Where in NC are you?

Thanks for the appreciation


----------



## pete_paschall

I am just north of Wilmington, in the Topsail Beach area. It's a small town called Hampstead, but not too many people have heard of it. About our only claim to fame is we get smacked down by hurricanes every so often.


----------



## High + Dry Adventures

looks like some good fishing up there. ;D


----------



## High + Dry Adventures

Made a start to finish video of the High & Dry Copperhead.

Hope you all enjoy it.  Dont think I will be adding much more. 

JUST FISH. LOL 

Getting ready for the Annual High & Dry Adventures Mini Tournament 4 day 3 night camping/fishing trip.

But anyway the link is below...Enjoy

http://www.youtube.com/watch?v=dctAKhx7hnM

[smiley=1-beer-german.gif]
[smiley=1-beer.gif]


----------



## BRunner346

great vid Ryan!!! and loving the song choices!


----------



## High + Dry Adventures

Warren,

Thanks buddy, appreciate it  Hope we can get out there soon. Back to the grind for me today.


----------



## High + Dry Adventures

Everyone loves pics

Installed an engine support. Noticed the engine bouncing a little more then i cared to see during trailering 











4 blade Rogue











Skeg Pro. Preventative!! Trust me. I get skinny














> But anyway the link is below...Enjoy
> 
> http://www.youtube.com/watch?v=dctAKhx7hnM


----------



## pete_paschall

Great vid, man. Guess I'll go write my check to Mel now...

Pete


----------



## High + Dry Adventures

LOL Pete

Thats great

If thats what sealed the deal, tell Mel.  

I will get commision.

High & Dry Adventures also promotes, esspecially bad a$$ products like the Copperhead

Belonging to the Ankona Family has perks.

[smiley=cheers.gif]


----------



## pete_paschall

LOL. I will do my best to convince him that the vid did it, but it may be a tough sell - I've been trying to get to the point where I could order a Copperhead for almost 2 years now. I visited the shop last April and told him that as soon as I had the money saved it was a done deal. But maybe he forgot that conversation... ;D


----------



## High + Dry Adventures

LOL. Sounds good


----------



## High + Dry Adventures

Well finally came across a bargain for a push pole.  I haven't really poled a lot in the past, however; I never had the boat to do it either.  Lol. I have had a 20' fiberglass pole on loaner from a friend, but he needs it back.  I began to look around and was able to find one on Craigslist for $80. Its fiberglass and is in great shape.  Now I can pole around and if I like it and do it alot., I will have to upgrade at a later time.  Just don't like the fact that they are $600 plus for pole. 
This should do for now though. Till then.


----------



## Megalops

Okay, you have a $600 prop, trim tabs, jack plate, trolling motor, the highest rated hp engine, green LED lights, million dollar push pole holders...and a $80 fiberglass pp?   ;D  Kidding of course!!!  What a great boat, love the color scheme.


----------



## paint it black

lol, If you're serious about poling, I see you with a brand new Stiffy in a couple weeks...lol
But from what we have spoken, I think you'll be fine with a fiberglass pole. But I guarantee you wouldn't even consider that as an option if you try out my Loop. lol

But only assholes like myself fish on pole always. lol


----------



## High + Dry Adventures

Nice

LMFAO!!!!!!  Thanks for the comments guys!

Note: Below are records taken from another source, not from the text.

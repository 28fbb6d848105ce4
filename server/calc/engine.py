"""The calculation engine: rolls a whole project up from circuits to sources.

Order of work (one tree per source; every element is fed exactly once, the project file
parser guarantees it):

1. **Own circuits** of each panel: per-phase connected VA (trade convention), phasor line
   currents of constant-power loads (:mod:`server.calc.loads`), third-harmonic currents,
   VA by load category, continuous VA, kitchen units, largest motor and cooling load.
2. **Bottom-up roll-up.**  A node's aggregate is its own circuits plus what each child
   presents to it.  A sub-panel maps phase for phase (A→A, B→B, C→C: a panelboard fed from a
   3-pole breaker is connected phase for phase, whichever row the breaker sits in) and its
   phasor line currents and third-harmonic neutral current add into the parent — unless its
   ``feeder_rotation`` r is not 0: then its phase index i lands on the parent's index
   (i + r) % 3 and its fundamental phasors turn by exp(−j·120°·r) (see :func:`_rotated`).  A
   transformer presents its primary line currents (:func:`~server.calc.loads.reflect_through_transformer`)
   and its secondary's connected VA by category, scaled by (1 + loss_pct/100) and spread
   evenly over the feeding breaker's poles (trade convention).  Demand
   (:func:`server.calc.demand.apply_demand`) is re-applied at every panel, transformer and
   source from the aggregate of its whole subtree, so the 10 kVA receptacle allowance, the
   kitchen unit count and the largest motor are taken once per node, never summed from the
   panels below.
3. **Local results** of each node: demand, design current, feeder, transformer sizing and
   the warnings that depend only on the node and its subtree.
4. **Top-down pass**: cumulative voltage drop (parent's cumulative + own feeder drop; a panel
   on a transformer secondary starts from the transformer primary feeder's cumulative) and
   bolted fault current from the source through every feeder and transformer.

Design current (A): design_amps = max over phases of line_amps × design_va / connected_va,
design_va = demand_va + 0.25 × continuous_demand_va (125 % of the continuous part, 100 % of
the rest, NEC 215.2(A)(1); the 25 % of the largest motor is already inside demand_va).  The
most-loaded phase sets the feeder.  0 when nothing is connected.

**Metered existing load (NEC 220.87).**  ``existing_load_override_va`` maps a node tag to an
existing load taken from metered data (maximum demand × 125 %, VA).  At that node the
aggregate leaves out every ``existing`` circuit of its whole subtree (the meter on its feeder
saw all of them) and adds the metered load instead: spread evenly over the node's phases as
one balanced load at :data:`METERED_PF`, in the demand category
:data:`server.calc.demand.METERED_EXISTING` at 100 %.  New and future loads stay on top with
their own demand factors.  Nodes below keep their schedules; nodes above see the metered
figure through it.  A metered node inside another metered node's subtree is covered by the
upper meter.

:class:`Calculator` keeps every node's aggregates so that :meth:`Calculator.update_panel`
recomputes one panel's circuits, re-aggregates its ancestors from cached child aggregates,
re-runs demand/feeder/transformer sizing for those nodes only and then runs the cheap
top-down pass; the result is identical to a full :func:`compute_project`.
"""

from __future__ import annotations

import cmath
import math
from collections.abc import Iterable, Mapping
from dataclasses import dataclass

from . import demand as _demand
from . import faults as _faults
from . import feeders as _feeders
from . import tables as _tables
from . import transformers as _xf
from . import voltage_drop as _vd
from .errors import Problem, ProjectFileError, SizingError
from .loads import (
    current_coefficients,
    imbalance_pct,
    load_amps,
    neutral_current,
    orientation,
    phase_shares,
    reflect_through_transformer,
    reflect_triplens,
    triplen_rotation,
    triplens_pass,
    winding_connection,
)
from .model import (
    CONTINUOUS_BY_DEFAULT,
    DEFAULT_PF,
    DEFAULT_PF_OTHER,
    Category,
    Circuit,
    Panel,
    Project,
    Source,
    Status,
    Transformer,
)
from .projectfile import check_panel, check_topology, replace_panel
from .results import (
    CalcWarning,
    CircuitResult,
    FeederResult,
    PanelResult,
    ProjectResult,
    Severity,
    SourceResult,
    TransformerResult,
    WarningCode,
)
from .systems import SQRT3, SYSTEMS, SystemKind, SystemSpec, breaker_phases, breaker_slots

#: NEC 210.20(A) / 215.3: an overcurrent device carries 125 % of the continuous load plus
#: the noncontinuous load.
CONTINUOUS_FACTOR = 1.25
#: Common practice: the neutral of a 4-wire wye counts as current-carrying when the major
#: portion of the load is nonlinear (NEC 310.15(E)(3)); "major portion" = more than half.
HARMONIC_DOMINANT_SHARE = 0.5
#: The 120 V loads of a high-leg delta all land on the centre-tapped A–C winding; above this
#: share of the panel's connected VA a 208Y/120 system is usually the better choice.
HIGH_LEG_LN_SHARE = 0.5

Paint. If I do start poling, u better lock yours up. 

Mega. It's the first corner I cut lol. But if I pole a while with fiberglass, then the composite or hybrid will be that much lighter. It will give me a chance to see if I will use it.  Worth the $80. I should have said $800.


----------



## High + Dry Adventures

Installed 2 rod holders today

Also got a cooler for in front on the console.


----------



## EER

Ryan,
         How's the Minn Kota trolling motor working out for you? Is the 55 lbs thrust sufficient for the Copperhead? I been checking trollers out and it seems that the biggest question is what pound thrust to get. Skiff is looking great.


----------



## paint it black

> Ryan,
> How's the Minn Kota trolling motor working out for you? Is the 55 lbs thrust sufficient for the Copperhead? I been checking trollers out and it seems that the biggest question is what pound thrust to get. Skiff is looking great.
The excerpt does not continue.